KERINCI, Cuitan.id – Satuan Reserse Narkoba (Satresnarkoba) Polres Kerinci berhasil mengungkap kasus peredaran narkotika jenis sabu dengan menangkap dua orang terduga pelaku, Senin malam (9/2/2026).
Dalam operasi tersebut, polisi mengamankan barang bukti sabu dengan total berat bruto lebih dari 28 gram dari dua lokasi berbeda di wilayah Kota Sungai Penuh dan Kabupaten Kerinci.
Kapolres Kerinci AKBP Ramadhanil, melalui Kasat Resnarkoba Iptu Yandra Kusuma, menjelaskan bahwa pengungkapan kasus ini berawal dari laporan masyarakat terkait dugaan aktivitas peredaran narkotika di Kecamatan Tanah Kampung dan Kecamatan Sitinjau Laut.
“Penangkapan pertama di lakukan sekitar pukul 20.00 WIB di Desa Koto Padang, Kota Sungai Penuh. Petugas mengamankan seorang pria berinisial EM (41). Saat di lakukan penggeledahan yang di saksikan perangkat desa setempat, polisi menemukan satu paket kecil sabu yang sempat di buang oleh terduga pelaku,” Ujar Iptu Yandra.
Di jelaskan, Kasat Resnarkoba bahwa Pengembangan penyelidikan kemudian mengarah ke rumah EM di Desa Angkasa Pura. Di lokasi tersebut, petugas menemukan sejumlah paket sabu siap edar, timbangan digital, serta puluhan potongan sedotan plastik yang di duga di gunakan sebagai alat pengemasan. Total barang bukti yang di amankan dari EM mencapai 28,6 gram sabu.

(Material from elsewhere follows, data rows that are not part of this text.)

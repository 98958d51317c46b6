import { useInfiniteQuery } from "@tanstack/react-query";
import { pagedQuery, rowsOf } from "../../lib/paged.ts";
import { FilterField } from "../../components/ui/filter-field.tsx";
import { MoreRows } from "../../components/ui/more-rows.tsx";
import { useMutation } from "@tanstack/react-query";
import { useFilterParams } from "../../lib/use-filter-params.ts";
import { verifyChain } from "../../lib/trail.ts";
import { SelectField, TextField } from "../../components/ui/field.tsx";
import { Button } from "../../components/ui/button.tsx";
import type { TrailEntryView } from "../../../shared/trail/views.ts";
import { useOrganisation } from "../../lib/signed-in.tsx";
import { Card, PageHeader } from "../../components/ui/page.tsx";
import { EmptyState, QueryStatus } from "../../components/ui/states.tsx";
import { actionLabel, detailsText } from "../../../shared/trail/vocabulary.ts";
import { can } from "../../../shared/auth/permissions.ts";
import { DataTable, Row, Cell } from "../../components/ui/table.tsx";
import { TreeHeadPanel } from "./tree-head-panel.tsx";

export function ActivityPage() {
  const { orgId, membership } = useOrganisation();
  const [params, set] = useFilterParams();
  const filters = Object.fromEntries(["action", "entityType", "from", "to"].map((k) => [k, params.get(k) ?? ""]).filter(([, v]) => v));
  const qs = new URLSearchParams(filters);
  const entries = useInfiniteQuery({
    ...pagedQuery<TrailEntryView>(["orgs", orgId, "trail", filters], `/api/orgs/${orgId}/trail`, filters),
    enabled: can(membership.role, "trail.organisation"),
  });
  const verify = useMutation({ mutationFn: () => verifyChain(orgId) });
  if (!can(membership.role, "trail.organisation")) return <EmptyState title="Only an organisation admin sees the organisation's trail." />;
  return (
    <>
      <PageHeader
        title="Trail"
        lead="What was done in your organisation, as recorded. Each entry is chained to the previous one by its SHA-256 hash, so later changes show."
      />
      <Card>
        <div className="mb-4 grid gap-3 md:grid-cols-4">
          <FilterField label="Action starts with" placeholder="deviation." value={filters.action} onFilter={(v) => set("action", v)} />
          <SelectField
            label="Entity"
            value={filters.entityType ?? ""}
            onChange={(e) => set("entityType", e.target.value)}
            options={[
              { value: "", label: "Any" },
              ...[
                "user",
                "membership",
                "invitation",
                "organisation",
                "contract",
                "spec_version",
                "lot",
                "analysis",
                "certificate",
                "deviation",
              ].map((v) => ({ value: v, label: v.replace("_", " ") })),
            ]}
          />
          <TextField label="From" type="date" value={filters.from ?? ""} onChange={(e) => set("from", e.target.value)} />
          <TextField label="To" type="date" value={filters.to ?? ""} onChange={(e) => set("to", e.target.value)} />
        </div>
        <div className="mb-4 flex flex-wrap items-center gap-3">
          <a
            className="rounded-md border border-line px-3 py-1.5 text-sm font-semibold hover:bg-must-50"
            href={`/api/orgs/${orgId}/trail?${qs}&format=csv`}
          >
            Export CSV
          </a>
          <a
            className="rounded-md border border-line px-3 py-1.5 text-sm font-semibold hover:bg-must-50"
            href={`/api/orgs/${orgId}/trail?${qs}&format=json`}
          >
            Export JSON
          </a>
          <Button variant="secondary" onClick={() => verify.mutate()} disabled={verify.isPending}>
            Verify the hash chain
          </Button>
          {verify.data?.ok && (
            <span className="text-sm font-semibold text-verjus-700" role="status">
              Intact: {verify.data.checked} entries checked.
            </span>
          )}
          {verify.data && !verify.data.ok && (
            <span className="text-sm font-semibold text-alarm-700" role="status">
              Broken at entry {verify.data.firstBroken?.seq}: {verify.data.firstBroken?.reason}.
            </span>
          )}
        </div>
        <QueryStatus query={entries} empty="Nothing recorded yet." />
        {rowsOf(entries.data).length > 0 && (
          <>
            <DataTable headings={["#", "When (UTC)", "Who", "What", "Details", "Hash"]}>
              {rowsOf(entries.data).map((e) => (
                <Row key={e.seq}>
                  <Cell className="tabular-nums">{e.seq}</Cell>
                  <Cell className="tabular-nums">{e.occurredAt.replace("T", " ").slice(0, 19)}</Cell>
                  <Cell>{e.actorName ?? "system"}</Cell>
                  <Cell>
                    {actionLabel(e.action)}
                    <span className="block font-mono text-xs text-ink-500">{e.action}</span>
                  </Cell>
                  <Cell className="text-ink-700">{detailsText(e.details) || "—"}</Cell>
                  <Cell className="font-mono text-xs text-ink-500">{e.hash.slice(0, 12)}…</Cell>
                </Row>
              ))}
            </DataTable>
            <MoreRows query={entries} noun="entries" />
          </>
        )}
        <TreeHeadPanel orgId={orgId} />
      </Card>
    </>
  );
}
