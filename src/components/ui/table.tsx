/** The one table look: a scrolling frame, a header row of column names, and rows of cells. */
import type { HTMLAttributes, ReactNode, TdHTMLAttributes } from "react";

interface DataTableProps {
  headings: ReactNode[];
  children: ReactNode;
  /** Visible above the table, or read out by screen readers only when `captionHidden`. */
  caption?: ReactNode;
  captionHidden?: boolean;
  /** Closer rows, for tables inside a card's detail. */
  dense?: boolean;
  className?: string;
}

export function DataTable({ headings, children, caption, captionHidden = false, dense = false, className = "" }: DataTableProps) {
  return (
    <div className="overflow-x-auto">
      <table className={`w-full text-left text-sm ${className}`}>
        {caption !== undefined && <caption className={captionHidden ? "sr-only" : "mb-2 text-left text-ink-500"}>{caption}</caption>}
        <thead className="border-b border-line text-ink-500">
          <tr>
            {headings.map((h, i) => (
              <th key={i} scope="col" className={`${dense ? "py-1" : "py-2"} pr-3 font-semibold`}>
                {h}
              </th>
            ))}
          </tr>
        </thead>
        <tbody>{children}</tbody>
      </table>
    </div>
  );
}

export function Row(props: HTMLAttributes<HTMLTableRowElement>) {
  return <tr className="border-b border-line/60 align-top" {...props} />;
}

export function Cell({ dense = false, className = "", ...rest }: TdHTMLAttributes<HTMLTableCellElement> & { dense?: boolean }) {
  return <td className={`${dense ? "py-1" : "py-2"} pr-3 ${className}`} {...rest} />;
}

Selanjutnya, sekitar satu jam kemudian, polisi kembali mengamankan terduga pelaku kedua berinisial MZ alias WY (46) di kediamannya di Desa Hiang Lestari. Dari tangan MZ, petugas menyita satu paket sabu seberat 0,45 gram, beserta alat hisap dan kaca pirek.
“Berdasarkan hasil pemeriksaan awal, EM di duga menjalankan transaksi narkotika secara daring dengan sistem “tempel”, yaitu meletakkan barang di lokasi tertentu tanpa bertemu langsung dengan pembeli. Ia mengaku menerima upah mingguan dari seorang bandar yang saat ini telah masuk dalam Daftar Pencarian Orang (DPO),” jelasnya.
Pasal yang Di kenakan
Atas perbuatannya, EM di jerat Pasal 114 ayat (2) juncto Pasal 112 ayat (2) Undang-Undang Nomor 35 Tahun 2009 tentang Narkotika, dengan ancaman hukuman maksimal pidana mati atau penjara seumur hidup.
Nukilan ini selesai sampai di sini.